Page MenuHomePhabricator

Implement secondary schemas for joining Jade data to other tables
Closed, ResolvedPublic

Description

These secondary schemas are intended to help in using Jade data for filtering RecentChanges.

Revisions and Commits

Event Timeline

See https://phabricator.wikimedia.org/search/query/zFcopzzmzOG./#R for a bunch of commits representing work that had already been done to develop these schemas.

Dropping my notes here on the current state of the secondary integrations.
We will need to do some refactoring due to our new jsonschema for Jade Entity / proposals, specifically doing some application level handling of facets.

Also note all of these hooks are currently disabled due to the failing tests related to our updated jsonschema.

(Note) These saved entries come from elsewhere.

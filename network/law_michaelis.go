package network

import "kinetarium/network/expr"

// michaelisMenten is the irreversible Michaelis–Menten law of one
// substrate S: vmax·S/(km + S), or kcat·E·S/(km + S) with the enzyme E a
// species. Its rate and derivatives have a fast path in System.
type michaelisMenten struct{}

func (michaelisMenten) Name() string  { return MichaelisMenten }
func (michaelisMenten) Title() string { return "Michaelis–Menten" }

func (michaelisMenten) Fields() []Field {
	return []Field{
		{Key: "vmax", Label: "Vmax", Kind: ParamField},
		{Key: "kcat", Label: "kcat", Kind: ParamField,
			Missing: "michaelis_menten with an enzyme needs kcat, the turnover number"},
		{Key: "enzyme", Label: "Enzyme", Kind: SpeciesField,
			Missing: "michaelis_menten with kcat needs enzyme, the species that catalyses the reaction"},
		{Key: "km", Label: "Km", Kind: ParamField, Positive: true},
	}
}

// UsesKcat reports whether r is written in the kcat·E form.
func usesKcat(r Rate) bool { return r.Arg("kcat").Set || r.Arg("enzyme").Set }

func (michaelisMenten) Check(c *LawCheck) []string {
	uses := []string{"km"}
	switch {
	case c.Rate.Arg("vmax").Set && usesKcat(c.Rate):
		c.Errorf("rate", "michaelis_menten takes either vmax, or kcat with enzyme, not both; remove one")
		uses = append(uses, "vmax", "kcat", "enzyme")
	case usesKcat(c.Rate):
		uses = append(uses, "kcat", "enzyme")
	default:
		uses = append(uses, "vmax")
	}
	if eq := c.Equation; eq != nil {
		if eq.Reversible {
			c.Errorf("equation", "michaelis_menten applies to irreversible reactions only; use \"->\", or michaelis_menten_reversible for a reversible step with one substrate and one product")
		}
		if len(eq.Reactants) != 1 || eq.Reactants[0].Coef != 1 {
			c.Errorf("equation", "michaelis_menten needs exactly one substrate with coefficient 1; use random_bi or ordered_bi for two substrates, or an expression law for other cases")
		}
	}
	return uses
}

func (michaelisMenten) Rate(r Rate, eq Equation) expr.Node {
	S := expr.Var(eq.Reactants[0].Species)
	var v expr.Node
	if usesKcat(r) {
		v = expr.Mul(valueNode(r.Arg("kcat")), valueNode(r.Arg("enzyme")))
	} else {
		v = valueNode(r.Arg("vmax"))
	}
	return expr.Div(expr.Mul(v, S), expr.Add(valueNode(r.Arg("km")), S))
}

func (michaelisMenten) Formula(r Rate, eq *Equation) string {
	if eq == nil {
		return ""
	}
	s := "?"
	if len(eq.Reactants) == 1 {
		s = eq.Reactants[0].Species
	}
	km := orPlaceholder(r.Arg("km"))
	if usesKcat(r) {
		return orPlaceholder(r.Arg("kcat")) + "·" + orPlaceholder(r.Arg("enzyme")) + "·" + s + "/(" + km + " + " + s + ")"
	}
	return orPlaceholder(r.Arg("vmax")) + "·" + s + "/(" + km + " + " + s + ")"
}

func (michaelisMenten) fieldUnits(Equation) map[string]dims {
	return map[string]dims{"vmax": dimRate, "kcat": dimPerTime, "km": dimConc}
}

// compileMichaelisMenten sets up the fast path.
func (b *builder) compileMichaelisMenten(r *rxn, cr *CheckedReaction) {
	r.kind = kindMM
	r.km = b.value(cr.Rate.Arg("km"))
	r.sub = b.s.spIx[cr.Equation.Reactants[0].Species]
	r.subSlot = b.depSlot(r, r.sub)
	if usesKcat(cr.Rate) {
		r.useKcat = true
		r.kcat = b.value(cr.Rate.Arg("kcat"))
		r.enz = b.s.spIx[cr.Rate.Arg("enzyme").Name]
		r.enzSlot = b.depSlot(r, r.enz)
		b.paramDep(r, r.kcat)
	} else {
		r.vmax = b.value(cr.Rate.Arg("vmax"))
		b.paramDep(r, r.vmax)
	}
	b.paramDep(r, r.km)
}

func (s *System) mmRate(r *rxn, y []float64) float64 {
	v := s.get(r.vmax)
	if r.useKcat {
		v = s.get(r.kcat) * y[r.enz]
	}
	S := y[r.sub]
	return v * S / (s.get(r.km) + S)
}

func (s *System) mmSpeciesDeriv(r *rxn, y []float64) {
	km := s.get(r.km)
	S := y[r.sub]
	den := km + S
	v := s.get(r.vmax)
	if r.useKcat {
		v = s.get(r.kcat) * y[r.enz]
		s.dr[r.enzSlot] += s.get(r.kcat) * S / den
	}
	s.dr[r.subSlot] += v * km / (den * den)
}

// mmParamDeriv writes ∂rate/∂(vmax or kcat) and ∂rate/∂km into the
// reaction's parameter slots.
func (s *System) mmParamDeriv(r *rxn, y []float64) {
	S := y[r.sub]
	den := s.get(r.km) + S
	v, dv := s.get(r.vmax), 1.0
	pv := r.vmax.p
	if r.useKcat {
		v, dv, pv = s.get(r.kcat)*y[r.enz], y[r.enz], r.kcat.p
	}
	if pv >= 0 {
		s.dp[s.pslot(r, pv)] += dv * S / den
	}
	if r.km.p >= 0 {
		s.dp[s.pslot(r, r.km.p)] -= v * S / (den * den)
	}
}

Right now, there are two link tables that contain summarized data about an entity.
The link tables are currently managed via hooks:

  • DatabaseSchemaHooks
    • LoadExtensionSchemaUpdates
      • Fired when MediaWiki is updated to allow Jade extension to update the database. We add two tables to the db and set a couple of indexes on each table.
      • Table: jade_diff_judgment
      • Table: jade_revision_judgment
  • LinkTableHooks
    • PageContentInsertComplete
      • Occurs after a new article is created. Updates link tables after a new entity page is inserted.
    • ArticleDeleteComplete
      • Removes link when an entity page is deleted.
    • ArticleUndelete
      • Restores link when an entity page is undeleted.
  • LinkSummaryHooks
    • PageContentSaveComplete
      • Occurs after the save page request has been processed. This mostly updates the ‘summary’ data in the link tables.
      • Summary data is the “preferred” proposal data
  • MoveHooks
    • MovePageIsValidMove
      • Specify whether a page can be moved for technical reasons. Right now only checking to make sure pages stay under the Jade namespace.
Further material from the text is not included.